### [What this task involves]
The entries that follow include a run beginning at the line with "0.5, label: 'x'.repeat(41)" and ending at the line with "naming %s and"; restate that run word for word and leave the rest out.

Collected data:

================================

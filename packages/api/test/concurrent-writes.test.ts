import { getConnectionToken } from '@nestjs/sequelize';
import type { Sequelize } from 'sequelize-typescript';
import { afterAll, beforeAll, describe, expect, it } from 'vitest';
import { DEMO, onPostgres, signedIn, startTestApp, type TestApp } from './support/test-app.js';

let t: TestApp;
beforeAll(async () => {
  t = await startTestApp();
}, 120_000);
afterAll(() => t.close());

describe('many writes at once', () => {
  it('saves every one of 60 misses sent together, with no SQLITE_BUSY', async () => {
    const owner = await signedIn(t, DEMO.owner);
    const admin = await signedIn(t, DEMO.admin);
    const student = (await owner.get('/api/students').expect(200)).body.items[0].id as number;
    const before = (await owner.get('/api/misses').expect(200)).body.total as number;
    // More waiting writers than libuv has worker threads (4), which used to starve the one
    // holding the lock until the others gave up after busy_timeout.
    const answers = await Promise.all(
      Array.from({ length: 60 }, (_, i) =>
        owner.post('/api/misses', {
          studentId: student,
          occurredOn: '2026-03-02',
          problem: `${300 + i} - 75`,
          answer: '139',
          explanation: `together ${i}`,
          cause: 'step',
        }),
      ),
    );
    expect(answers.map((a) => a.status)).toEqual(answers.map(() => 201));
    expect((await owner.get('/api/misses').expect(200)).body.total).toBe(before + 60);
    expect((await admin.get('/api/admin/metrics').expect(200)).body.sqliteBusy).toBe(0);
  });

  it('never waits for ever on a transaction opened inside another (SQLite refuses it)', async () => {
    const sequelize = t.app.get<Sequelize>(getConnectionToken());
    if (onPostgres()) {
      // No in-process queue on PostgreSQL: the inner one is a second transaction beside it.
      await expect(
        sequelize.transaction(async () => sequelize.transaction(async () => 1)),
      ).resolves.toBe(1);
      return;
    }
    await expect(
      sequelize.transaction(async () => sequelize.transaction(async () => 1)),
    ).rejects.toThrow(/opened inside another/);
    // The queue goes on after the refusal.
    await expect(sequelize.transaction(async () => 2)).resolves.toBe(2);
  });
});
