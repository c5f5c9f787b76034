import { afterAll, beforeAll, describe, expect, it } from 'vitest';
import { linkPath, waitForMail } from './support/mail.js';
import {
  Client,
  DEMO,
  registered,
  signedIn,
  startTestApp,
  type TestApp,
} from './support/test-app.js';

// NIST SP 800-63B section 5.1.1.2: 8 characters at least, no composition rules, not blank,
// and not on a list of common passwords (here the 10,000 most common, see password-policy.ts).
const REFUSED: [string, RegExp][] = [
  ['password', /password is one of the 10,000 most common passwords/],
  ['12345678', /password is one of the 10,000 most common passwords/],
  ['Football', /password is one of the 10,000 most common passwords/],
  ['        ', /password must not be blank or only spaces/],
  ['short', /password must be 8 to 128 characters/],
];
const ACCEPTED = 'maple syrup on tuesdays';

let t: TestApp;
beforeAll(async () => {
  t = await startTestApp({ SMTP_URL: '', PUBLIC_URL: '', SIGN_IN_LIMIT_PER_MINUTE: '1000' });
});
afterAll(() => t.close());

async function anonymous(): Promise<Client> {
  const c = new Client(t.http());
  await c.refreshToken();
  return c;
}

const account = (email: string, password: string) => ({
  email,
  password,
  displayName: 'Pat',
  householdName: 'Pat household',
  adultConfirmed: true,
});

describe('new passwords follow NIST SP 800-63B', () => {
  it('on sign-up: refuses common, blank and short ones by field, and makes no account', async () => {
    const c = await anonymous();
    for (const [password, message] of REFUSED) {
      const res = await c.post('/api/auth/register', account('weak@example.test', password));
      expect(res.status, JSON.stringify(password)).toBe(400);
      expect(res.body.fields.password).toMatch(message);
    }
    const login = await c.post('/api/auth/login', { email: 'weak@example.test', password: 'x' });
    expect(login.status).toBe(401);
    const ok = await c.post('/api/auth/register', account('weak@example.test', ACCEPTED));
    expect(ok.status, ok.text).toBe(201);
  });

  it('on a password reset: refuses them and keeps the link usable', async () => {
    await registered(t, 'weak-reset@example.test', 'Weak reset household');
    const c = await anonymous();
    await c.post('/api/auth/password-reset', { email: 'weak-reset@example.test' }).expect(202);
    const mail = await waitForMail(c, 'weak-reset@example.test', /new Workback password/);
    const token = linkPath(mail, '/reset-password/').split('/').pop()!;
    for (const [password, message] of REFUSED) {
      const res = await c.post('/api/auth/password-reset/confirm', { token, password });
      expect(res.status, JSON.stringify(password)).toBe(400);
      expect(res.body.fields.password).toMatch(message);
    }
    await c.post('/api/auth/password-reset/confirm', { token, password: ACCEPTED }).expect(200);
    await signedIn(t, 'weak-reset@example.test', ACCEPTED);
  });

  it('on accepting an invitation as a new person: refuses them and keeps the invitation', async () => {
    const owner = await signedIn(t, DEMO.owner);
    await owner
      .post('/api/invitations', { email: 'weak-join@example.test', role: 'parent' })
      .expect(201);
    const mail = await waitForMail(owner, 'weak-join@example.test', /invited you/);
    const path = linkPath(mail, '/invitations/');
    const c = await anonymous();
    for (const [password, message] of REFUSED) {
      const res = await c.post(`/api${path}/accept`, { displayName: 'Jo', password });
      expect(res.status, JSON.stringify(password)).toBe(400);
      expect(res.body.fields.password).toMatch(message);
    }
    await c.get(`/api${path}`).expect(200);
    const res = await c.post(`/api${path}/accept`, { displayName: 'Jo', password: ACCEPTED });
    expect(res.status, res.text).toBe(200);
  });
});
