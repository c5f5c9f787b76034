import { existsSync, readFileSync, rmSync } from 'node:fs';
import path from 'node:path';
import { QueryTypes } from 'sequelize';
import sharp from 'sharp';
import { afterAll, beforeAll, describe, expect, it } from 'vitest';
import { PhotosService } from '../src/photos/photos.service.js';
import { db, fixture, photoFiles, postMultipart, studentIds, today } from './support/photos.js';
import {
  type Client,
  DEMO,
  registered,
  signedIn,
  startTestApp,
  type TestApp,
} from './support/test-app.js';

let t: TestApp;
let owner: Client;
let tutor: Client;
let stranger: Client;
let wrenPhoto: number;
let miloPhoto: number;
let wrenMiss: number;

async function missWithPhoto(studentId: number) {
  const res = await postMultipart(
    owner,
    '/api/misses',
    { studentId, occurredOn: today(), problem: '81 - 38', answer: '57' },
    [{ name: 'p.png', data: fixture('sheet.png'), type: 'image/png' }],
  ).expect(201);
  return { miss: res.body.id as number, photo: res.body.photos[0].id as number };
}

beforeAll(async () => {
  t = await startTestApp({ SIGN_IN_LIMIT_PER_MINUTE: '1000' });
  owner = await signedIn(t, DEMO.owner);
  tutor = await signedIn(t, DEMO.tutor);
  stranger = await registered(t, 'other@example.test', 'Other household');
  const ids = await studentIds(owner);
  const wren = await missWithPhoto(ids.get('Wren')!);
  wrenMiss = wren.miss;
  wrenPhoto = wren.photo;
  miloPhoto = (await missWithPhoto(ids.get('Milo')!)).photo;
});
afterAll(() => t.close());

describe('GET /api/photos/:id/image, /thumb and /small', () => {
  it.each(['image', 'thumb', 'small'])(
    'serves the %s privately with its real type',
    async (which) => {
      const res = await owner.get(`/api/photos/${wrenPhoto}/${which}`).buffer(true).expect(200);
      expect(res.headers['content-type']).toBe('image/jpeg');
      expect(res.headers['cache-control']).toBe('private, max-age=3600');
      expect(res.headers['x-content-type-options']).toBe('nosniff');
      const meta = await sharp(res.body as Buffer).metadata();
      expect(meta.format).toBe('jpeg');
      expect(Number(res.headers['content-length'])).toBe((res.body as Buffer).length);
    },
  );

  it('serves a granted student’s photo to the tutor and 404s the rest', async () => {
    await tutor.get(`/api/photos/${wrenPhoto}/image`).expect(200);
    await tutor.get(`/api/photos/${miloPhoto}/image`).expect(404);
    await tutor.get(`/api/photos/${miloPhoto}/thumb`).expect(404);
    await stranger.get(`/api/photos/${wrenPhoto}/image`).expect(404);
    await stranger.get(`/api/photos/${wrenPhoto}/thumb`).expect(404);
    await tutor.get(`/api/photos/${miloPhoto}/small`).expect(404);
    await stranger.get(`/api/photos/${wrenPhoto}/small`).expect(404);
    await owner.get('/api/photos/999999/image').expect(404);
    await owner.get('/api/photos/999999/small').expect(404);
  });

  it('serves the list rows a 128 px square cut from the thumbnail, with no metadata', async () => {
    const res = await owner.get(`/api/photos/${wrenPhoto}/small`).buffer(true).expect(200);
    const meta = await sharp(res.body as Buffer).metadata();
    expect([meta.width, meta.height]).toEqual([128, 128]);
    expect(meta.exif).toBeUndefined();
    expect(meta.icc).toBeUndefined();
    expect(meta.xmp).toBeUndefined();
    const thumb = await owner.get(`/api/photos/${wrenPhoto}/thumb`).buffer(true).expect(200);
    expect((res.body as Buffer).length).toBeLessThan((thumb.body as Buffer).length);
  });

  it('makes the square of a photo saved before squares existed on first request, and keeps it', async () => {
    const { photo } = await missWithPhoto((await studentIds(owner)).get('Wren')!);
    const [row] = await db(t).query<{ storage_key: string }>(
      'SELECT storage_key FROM photos WHERE id = ?',
      { replacements: [photo], type: QueryTypes.SELECT },
    );
    const square = path.join(t.dataDir, 'photos', row!.storage_key.replace(/\.jpg$/, '-small.jpg'));
    // A photo from before: its display image and thumbnail only.
    rmSync(square);
    const res = await owner.get(`/api/photos/${photo}/small`).buffer(true).expect(200);
    expect(res.headers['cache-control']).toBe('private, max-age=3600');
    const meta = await sharp(res.body as Buffer).metadata();
    expect([meta.format, meta.width, meta.height]).toEqual(['jpeg', 128, 128]);
    expect(readFileSync(square).equals(res.body as Buffer)).toBe(true);
    // Kept, and not taken for a file no row refers to.
    await t.app.get(PhotosService).sweepOrphans();
    expect(existsSync(square)).toBe(true);
  });

  it('exposes no photo folder: a stored file name is not a URL', async () => {
    const [name] = photoFiles(t);
    expect(name).toBeDefined();
    for (const url of [
      `/${name}`,
      `/photos/${name}`,
      `/api/photos/${name}`,
      `/data/photos/${name}`,
    ]) {
      const res = await owner.get(url);
      expect(res.headers['content-type'] ?? '').not.toMatch(/^image\//);
    }
  });
});

describe('PUT /api/photos/:id/marks', () => {
  it('replaces the pins and shows them on the miss', async () => {
    const first = await owner
      .send('put', `/api/photos/${wrenPhoto}/marks`, {
        marks: [
          { x: 0.25, y: 0.5, label: '  borrowed here ' },
          { x: 1, y: 0 },
        ],
      })
      .expect(200);
    expect(first.body.marks).toMatchObject([
      { x: 0.25, y: 0.5, label: 'borrowed here' },
      { x: 1, y: 0, label: null },
    ]);
    const second = await tutor
      .send('put', `/api/photos/${wrenPhoto}/marks`, { marks: [{ x: 0.6, y: 0.4, label: 'tens' }] })
      .expect(200);
    expect(second.body.marks).toMatchObject([{ x: 0.6, y: 0.4, label: 'tens' }]);
    const miss = await owner.get(`/api/misses/${wrenMiss}`).expect(200);
    expect(miss.body.photos[0].marks).toEqual(second.body.marks);
    await owner.send('put', `/api/photos/${wrenPhoto}/marks`, { marks: [] }).expect(200);
    const cleared = await owner.get(`/api/misses/${wrenMiss}`).expect(200);
    expect(cleared.body.photos[0].marks).toEqual([]);
  });

  it('saves the same pins sent six times at once once, answering each', async () => {
    const marks = [
      { x: 0.2, y: 0.3, label: 'carried' },
      { x: 0.7, y: 0.6 },
    ];
    const saved = [
      { x: 0.2, y: 0.3, label: 'carried' },
      { x: 0.7, y: 0.6, label: null },
    ];
    // On PostgreSQL, without the photo's row lock, each removed the pins there were before the
    // others committed and then added its own: every pin was saved six times.
    const saves = await Promise.all(
      Array.from({ length: 6 }, () =>
        owner.send('put', `/api/photos/${wrenPhoto}/marks`, { marks }),
      ),
    );
    expect(saves.map((r) => `${r.status} ${r.status === 200 ? '' : r.text}`)).toEqual(
      Array(6).fill('200 '),
    );
    for (const r of saves) expect(r.body.marks).toMatchObject(saved);
    const miss = await owner.get(`/api/misses/${wrenMiss}`).expect(200);
    expect(miss.body.photos[0].marks).toMatchObject(saved);
    const [rows] = await db(t).query(
      `SELECT COUNT(*) AS n FROM photo_marks WHERE photo_id = ${wrenPhoto}`,
    );
    expect(Number((rows as { n: number }[])[0]!.n)).toBe(2);
  });

  it.each([
    [{ marks: [{ x: 1.2, y: 0.5 }] }, 'marks.0.x'],
    [{ marks: [{ x: 0.5, y: -0.1 }] }, 'marks.0.y'],
    [{ marks: [{ x: '0.5', y: 0.5 }] }, 'marks.0.x'],
    [{ marks: [{ x: 0.5 }] }, 'marks.0.y'],
    [{ marks: [{ x: 0.5, y: 0.5, label: 'x'.repeat(41) }] }, 'marks.0.label'],
    [{ marks: Array.from({ length: 21 }, () => ({ x: 0.1, y: 0.1 })) }, 'marks'],
    [{ marks: 'here' }, 'marks'],
    [{}, 'marks'],
  ])('refuses %j naming %s and keeps the pins', async (body, field) => {
    await owner.send('put', `/api/photos/${wrenPhoto}/marks`, { marks: [{ x: 0.3, y: 0.3 }] });
    const res = await owner.send('put', `/api/photos/${wrenPhoto}/marks`, body).expect(400);
    expect(res.body.fields).toHaveProperty(field);
    const miss = await owner.get(`/api/misses/${wrenMiss}`).expect(200);
    expect(miss.body.photos[0].marks).toMatchObject([{ x: 0.3, y: 0.3 }]);
  });
});

describe('files no row refers to', () => {
  it('are swept (at start-up) after a student is deleted with its misses', async () => {
    const kid = await owner.post('/api/students', { name: 'Sweep', gradeLevel: '2' }).expect(201);
    const { photo } = await missWithPhoto(kid.body.id as number);
    const before = photoFiles(t);
    await owner.send('delete', `/api/students/${kid.body.id}`).expect(204);
    await owner.get(`/api/photos/${photo}/image`).expect(404);
    // The database cascade removes the rows; the files wait for the sweep PhotosModule runs at start-up.
    const removed = await t.app.get(PhotosService).sweepOrphans();
    expect(removed).toBe(3);
    expect(photoFiles(t)).toHaveLength(before.length - 3);
    await owner.get(`/api/photos/${wrenPhoto}/image`).expect(200);
  });
});
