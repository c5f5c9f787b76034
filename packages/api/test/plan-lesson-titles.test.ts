import { Role } from '@workback/core';
import { afterAll, beforeAll, describe, expect, it } from 'vitest';
import { AnswerKeysService } from '../src/answer-keys/answer-keys.service.js';
import type { MemberContext } from '../src/common/member-context.js';
import { CurriculumService } from '../src/curriculum/curriculum.service.js';
import { type Client, registered, startTestApp, type TestApp } from './support/test-app.js';

/**
 * A plan's lesson titles come from the courses of its misses' answer keys, the most used course
 * first; where two courses number a lesson alike, the first course's title is the one shown.
 * Both reads are single joined queries, so these pin what the per-course reads answered.
 */
let t: TestApp;
let home: MemberContext;
let other: MemberContext;
let first: number;
let second: number;
let elsewhere: number;
let firstItems: number[];
let secondItems: number[];

async function memberOf(client: Client): Promise<MemberContext> {
  const household = (await client.get('/api/households/current').expect(200)).body as {
    id: number;
  };
  return {
    userId: 0,
    membershipId: 0,
    householdId: household.id,
    role: Role.owner,
    studentIds: null,
  };
}

async function course(client: Client, name: string, lessons: [number, string][]) {
  const made = await client.post('/api/courses', { name });
  expect(made.status, made.text).toBe(201);
  for (const [number, title] of lessons) {
    const res = await client.post(`/api/courses/${made.body.id}/lessons`, { number, title });
    expect(res.status, res.text).toBe(201);
  }
  return made.body.id as number;
}

async function keyItems(client: Client, courseId: number, problems: [string, string][]) {
  const res = await client.post('/api/answer-keys', {
    title: `Sheet for course ${courseId}`,
    kind: 'worksheet',
    courseId,
    items: problems.map(([prompt, answer], i) => ({ number: i + 1, prompt, answer })),
  });
  expect(res.status, res.text).toBe(201);
  return (res.body.items as { id: number }[]).map((i) => i.id);
}

beforeAll(async () => {
  t = await startTestApp();
  const owner = await registered(t, 'titles-owner@example.test', 'Titles household');
  const stranger = await registered(t, 'titles-stranger@example.test', 'Another household');
  home = await memberOf(owner);
  other = await memberOf(stranger);
  first = await course(owner, 'First course', [
    [12, 'Sevens, first course'],
    [14, 'Zeros, first course'],
  ]);
  second = await course(owner, 'Second course', [
    [12, 'Sevens, second course'],
    [13, 'Eights, second course'],
  ]);
  elsewhere = await course(stranger, 'Not theirs', [[12, 'Sevens, elsewhere']]);
  firstItems = await keyItems(owner, first, [['7 x 8', '56']]);
  secondItems = await keyItems(owner, second, [
    ['6 x 7', '42'],
    ['9 x 8', '72'],
  ]);
});
afterAll(() => t.close());

describe('a plan’s courses and lesson titles', () => {
  it('orders courses by how many distinct items of the misses each holds', async () => {
    const keys = t.app.get(AnswerKeysService);
    // The same item twice (two misses of one item) counts once.
    const items = [firstItems[0]!, firstItems[0]!, ...secondItems];
    expect(await keys.coursesOfItems(home, items)).toEqual([second, first]);
    expect(await keys.coursesOfItems(home, [firstItems[0]!, secondItems[0]!])).toEqual(
      [first, second].sort((a, b) => a - b),
    );
    expect(await keys.coursesOfItems(home, [])).toEqual([]);
    // Another household's member learns nothing of these keys.
    expect(await keys.coursesOfItems(other, items)).toEqual([]);
  });

  it('takes a shared lesson number’s title from the course named first, and only the household’s', async () => {
    const curriculum = t.app.get(CurriculumService);
    expect(await curriculum.lessonTitles(home, [second, first])).toEqual({
      12: 'Sevens, second course',
      13: 'Eights, second course',
      14: 'Zeros, first course',
    });
    expect(await curriculum.lessonTitles(home, [first, second])).toEqual({
      12: 'Sevens, first course',
      13: 'Eights, second course',
      14: 'Zeros, first course',
    });
    expect(await curriculum.lessonTitles(home, [elsewhere, second])).toEqual({
      12: 'Sevens, second course',
      13: 'Eights, second course',
    });
  });
});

================================

### [Answer for this exercise]
    [{ marks: [{ x: 0.5, y: 0.5, label: 'x'.repeat(41) }] }, 'marks.0.label'],
    [{ marks: Array.from({ length: 21 }, () => ({ x: 0.1, y: 0.1 })) }, 'marks'],
    [{ marks: 'here' }, 'marks'],
    [{}, 'marks'],
  ])('refuses %j naming %s and keeps the pins', async (body, field) => {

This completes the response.